Even though integrating numerically gives $0$, we use the Dirac delta $\delta(x)$sifting property to potentially invert functions:
$$\int_{x-c}^{x+c}f(t)\delta(t-x)dt=\int_{-c}^cf(t+x)\delta(t)dt=f(x)\mathop\implies^{t\to f(t)} f^{-1}(x)= \int_{f^{-1}(x-c)}^{f^{-1}(x+c)}t\delta(f(t)-x)df(t),f^{-1}(x-c)<f^{-1}(x)<f^{-1}(x+c),c>0$$
Then rename the integral bounds:
$$f^{-1}(x)=\int_{a}^bt\delta(f(t)-x)df(t),a<f^{-1}(x)<b\tag 1$$
Confirmed here with the inverse error function.
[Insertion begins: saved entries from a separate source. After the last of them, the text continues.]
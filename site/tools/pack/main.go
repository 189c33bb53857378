// Command pack puts the page together: the folder site/dist for any static host,
// and in it brinkfield.html, the same page as one file.
//
// It takes the compiled program and the sources in site/, bundles the scripts,
// names every part by a hash of its content, writes a strict
// Content-Security-Policy with the hashes of what stands inline, the worker that
// keeps an offline copy, and the licences of everything shipped. It is run by
// build.sh from the root of the repository.
package main

import (
	"flag"
	"fmt"
	"os"
	"path/filepath"
)

func main() {
	program := flag.String("program", "", "the compiled program (.wasm)")
	site := flag.String("site", "site", "folder with the page's sources")
	out := flag.String("out", "site/dist", "folder to write; its old content is removed")
	flag.Parse()
	if err := pack(*program, *site, *out); err != nil {
		fmt.Fprintln(os.Stderr, err)
		os.Exit(1)
	}
}

func pack(program, site, out string) error {
	wasm, err := os.ReadFile(program)
	if err != nil {
		return fmt.Errorf("pack: no compiled program (%w), expected -program FILE.wasm", err)
	}
	s, err := sources(site)
	if err != nil {
		return err
	}
	licences, err := licences(site)
	if err != nil {
		return err
	}
	packed, err := gzipped(wasm)
	if err != nil {
		return err
	}
	page := &page{sources: s, packed: packed, licences: licences}
	if page.template, err = os.ReadFile(filepath.Join(site, "index.html")); err != nil {
		return err
	}
	if page.offline, err = os.ReadFile(filepath.Join(site, "offline-worker.js")); err != nil {
		return err
	}
	files, err := page.hosted()
	if err != nil {
		return err
	}
	if files["brinkfield.html"], err = page.single(); err != nil {
		return err
	}
	files["licences.txt"] = []byte(licences)
	if err := write(out, files); err != nil {
		return err
	}
	return sizes(os.Stdout, wasm, packed, files)
}

// write fills a folder beside out first, so that a failed build leaves the old one.
func write(out string, files map[string][]byte) error {
	next := filepath.Clean(out) + ".next"
	if err := os.RemoveAll(next); err != nil {
		return err
	}
	if err := os.MkdirAll(next, 0o755); err != nil {
		return err
	}
	for name, data := range files {
		if err := os.WriteFile(filepath.Join(next, name), data, 0o644); err != nil {
			return err
		}
	}
	if err := os.RemoveAll(out); err != nil {
		return err
	}
	return os.Rename(next, out)
}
However, this integral reminds one of a floor function integral:
$$xe^x=1\implies x=\frac34-\int_0^\frac34\lfloor te^t \rfloor dt=\frac 34-\int_x^\frac34 dt$$
$\lfloor te^t \rfloor:$
which is trivial. A possible transformation is using a limit expansion of $\delta(x)$ which numerically works:
$$f^{-1}(x)=\lim_{c\to0}\frac c\pi\int_a^b \frac{t\,d f(t)}{|f(t)-x+ic|^2}$$
Does $(1)$ provide a trivial expression of the inverse function or how applicable is it to solving equations?